Exercise prompt: Every entry needs to be written out again exactly.

------ The data

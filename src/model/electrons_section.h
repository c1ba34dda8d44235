// SPDX-License-Identifier: GPL-2.0-or-later
#pragma once

#include <filesystem>

#include "io/toml_reader.h"
#include "model/model_spec.h"

namespace foreglow {

/// Reads [electrons] of a model file; every key is checked by itself and against the others.
/// @param folder  what paths are relative to
/// @throws InputError with the place
[[nodiscard]] ElectronsSpec read_electrons(TomlReader reader, const std::filesystem::path& folder);

}  // namespace foreglow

------------

Answer section:
filename src/model/electrons_section.h
repository c1ba34dda8d44235
// SPDX-License-Identifier: GPL-2.0-or-later
#pragma once

#include <filesystem>

#include "io/toml_reader.h"
#include "model/model_spec.h"

namespace foreglow {

/// Reads [electrons] of a model file; every key is checked by itself and against the others.
/// @param folder  what paths are relative to
/// @throws InputError with the place
[[nodiscard]] ElectronsSpec read_electrons(TomlReader reader, const std::filesystem::path& folder);

}  // namespace foreglow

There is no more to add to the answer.